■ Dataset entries
- - -

//! Frequency lists: a number of points per decade, a number of points, or as given.

use thiserror::Error;

/// More points than this are a slip of the keyboard: ten million rows are close to a gigabyte.
pub const MOST_POINTS: usize = 10_000_000;

/// How the frequencies between two ends are placed.
#[derive(Clone, Copy, Debug, PartialEq, Eq)]
pub enum Spacing {
    /// So many points in every factor of ten, both ends included.
    PerDecade(usize),
    /// So many points at equal ratios, both ends included.
    Logarithmic(usize),
    /// So many points at equal distances, both ends included.
    Linear(usize),
}

/// Why there is no such list.
#[derive(Clone, Copy, Debug, PartialEq, Error)]
pub enum GridError {
    /// A frequency below zero.
    #[error("a frequency cannot be negative, and this one is {frequency_hz} Hz")]
    Negative {
        /// What was given.
        frequency_hz: f64,
    },
    /// A frequency that is no number.
    #[error("a frequency has to be a finite number")]
    NotFinite,
    /// The ends are the wrong way round.
    #[error("the band starts at {from_hz} Hz, above its end at {to_hz} Hz; swap the two")]
    Backwards {
        /// The start given.
        from_hz: f64,
        /// The end given.
        to_hz: f64,
    },
    /// Zero points.
    #[error("a list of frequencies needs at least one point")]
    NoPoints,
    /// A logarithmic list cannot begin at zero.
    #[error("equal ratios cannot start at 0 Hz; start above 0, or space the points evenly")]
    ZeroStart,
    /// Too many points.
    #[error("that would be more than {MOST_POINTS} points")]
    TooMany,
}

fn judged(frequency_hz: f64) -> Result<f64, GridError> {
    if !frequency_hz.is_finite() {
        return Err(GridError::NotFinite);
    }
    // −0 Hz is 0 Hz.
    if frequency_hz < 0.0 {
        Err(GridError::Negative { frequency_hz })
    } else {
        Ok(frequency_hz.abs())
    }
}

/// The frequencies in hertz from `from_hz` to `to_hz`, ascending. The two ends are exact.
pub fn band(from_hz: f64, to_hz: f64, spacing: Spacing) -> Result<Vec<f64>, GridError> {
    let (from_hz, to_hz) = (judged(from_hz)?, judged(to_hz)?);
    if from_hz > to_hz {
        return Err(GridError::Backwards { from_hz, to_hz });
    }
    let (Spacing::PerDecade(count) | Spacing::Logarithmic(count) | Spacing::Linear(count)) =
        spacing;
    match count {
        0 => return Err(GridError::NoPoints),
        MOST_POINTS.. if count > MOST_POINTS => return Err(GridError::TooMany),
        _ => {}
    }
    match spacing {
        Spacing::Linear(_) => {}
        _ if from_hz == 0.0 => return Err(GridError::ZeroStart),
        _ => {}
    }
    if from_hz == to_hz {
        return Ok(vec![from_hz]);
    }
    match spacing {
        Spacing::PerDecade(per_decade) => per_decade_points(from_hz, to_hz, per_decade),
        Spacing::Logarithmic(count) => {
            let decades = to_hz.log10() - from_hz.log10();
            let at = |part: f64| from_hz * 10f64.powf(decades * part);
            Ok(spread(from_hz, to_hz, count, at))
        }
        Spacing::Linear(count) => {
            Ok(spread(from_hz, to_hz, count, |part| from_hz + (to_hz - from_hz) * part))
        }
    }
}

/// `count` points at equal parts of the way; one point is the start.
fn spread(from_hz: f64, to_hz: f64, count: usize, at: impl Fn(f64) -> f64) -> Vec<f64> {
    let steps = count.saturating_sub(1);
    let point = |i: usize| match i {
        0 => from_hz,
        _ if i == steps => to_hz,
        _ => at(i as f64 / steps as f64),
    };
    (0..count).map(point).collect()
}

/// Points at `from · 10^(i/n)`, then the end itself.
fn per_decade_points(from_hz: f64, to_hz: f64, per_decade: usize) -> Result<Vec<f64>, GridError> {
    /// A point this close below the end, as part of one step, is the end itself.
    const SAME_POINT: f64 = 1e-6;
    let steps = (to_hz.log10() - from_hz.log10()) * per_decade as f64;
    if steps > MOST_POINTS as f64 {
        return Err(GridError::TooMany);
    }
    let before_end = (steps - SAME_POINT).floor() as usize;
    // The power of ten of whole decades is exact, so round frequencies stay round.
    let at = |i: usize| {
        let part = (i % per_decade) as f64 / per_decade as f64;
        from_hz * 10f64.powi((i / per_decade) as i32) * 10f64.powf(part)
    };
    let mut points: Vec<f64> = (0..=before_end).map(at).collect();
    points.push(to_hz);
    Ok(points)
}

/// A list as given, in the order given.
pub fn given(frequencies_hz: &[f64]) -> Result<Vec<f64>, GridError> {
    if frequencies_hz.is_empty() {
        return Err(GridError::NoPoints);
    }
    frequencies_hz.iter().map(|&f| judged(f)).collect()
}

#[cfg(test)]
mod tests {
    use crate::study::grid::{GridError, Spacing, band, given};

    #[test]
    fn points_per_decade_include_both_ends_exactly() {
        let points = band(10e3, 1e6, Spacing::PerDecade(10)).unwrap();
        assert_eq!(points.len(), 21);
        assert_eq!((points[0], points[10], points[20]), (10e3, 100e3, 1e6));
        assert!((points[1] / 10e3 - 10f64.powf(0.1)).abs() < 1e-15);
    }

    #[test]
    fn an_end_off_the_raster_is_one_more_point() {
        let points = band(1.0, 50.0, Spacing::PerDecade(1)).unwrap();
        assert_eq!(points, [1.0, 10.0, 50.0]);
    }

    #[test]
    fn points_are_strictly_ascending() {
        for spacing in [Spacing::PerDecade(37), Spacing::Logarithmic(501), Spacing::Linear(501)] {
            for (from, to) in [(3.0, 7.1e6), (49.9, 50.1), (1e-3, 1e3), (20.0, 20e3)] {
                let points = band(from, to, spacing).unwrap();
                assert!(points.windows(2).all(|w| w[0] < w[1]), "{spacing:?} {from} {to}");
                assert_eq!((points[0], *points.last().unwrap()), (from, to));
            }
        }
    }

    #[test]
    fn linear_points_may_start_at_zero() {
        assert_eq!(band(0.0, 4.0, Spacing::Linear(5)).unwrap(), [0.0, 1.0, 2.0, 3.0, 4.0]);
        assert_eq!(band(0.0, 4.0, Spacing::Logarithmic(5)), Err(GridError::ZeroStart));
        assert_eq!(band(0.0, 4.0, Spacing::PerDecade(5)), Err(GridError::ZeroStart));
    }

    #[test]
    fn one_point_is_the_start_and_an_empty_band_is_one_point() {
        assert_eq!(band(5.0, 9.0, Spacing::Logarithmic(1)).unwrap(), [5.0]);
        assert_eq!(band(5.0, 5.0, Spacing::PerDecade(20)).unwrap(), [5.0]);
    }

    #[test]
    fn a_band_that_makes_no_sense_is_refused() {
        let backwards = GridError::Backwards { from_hz: 9.0, to_hz: 5.0 };
        assert_eq!(band(9.0, 5.0, Spacing::Linear(3)), Err(backwards));
        assert_eq!(band(5.0, 9.0, Spacing::Linear(0)), Err(GridError::NoPoints));
        assert_eq!(band(5.0, 9.0, Spacing::Linear(10_000_001)), Err(GridError::TooMany));
        assert_eq!(band(1.0, 1e9, Spacing::PerDecade(5_000_000)), Err(GridError::TooMany));
        assert_eq!(band(1e-320, 1e300, Spacing::PerDecade(usize::MAX)), Err(GridError::TooMany));
        assert_eq!(
            band(-1.0, 9.0, Spacing::Linear(2)),
            Err(GridError::Negative { frequency_hz: -1.0 })
        );
        assert_eq!(band(1.0, f64::INFINITY, Spacing::Linear(2)), Err(GridError::NotFinite));
    }

    #[test]
    fn a_given_list_keeps_its_order() {
        assert_eq!(given(&[50.0, 10.0, 0.0]).unwrap(), [50.0, 10.0, 0.0]);
        assert_eq!(given(&[]), Err(GridError::NoPoints));
    }
}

- - -

■ EXERCISE DIRECTIONS
Go line by line through the data, copying each one that contains the word "NoPoints".

■ REPLY
    NoPoints,
        0 => return Err(GridError::NoPoints),
        return Err(GridError::NoPoints);
        assert_eq!(band(5.0, 9.0, Spacing::Linear(0)), Err(GridError::NoPoints));
        assert_eq!(given(&[]), Err(GridError::NoPoints));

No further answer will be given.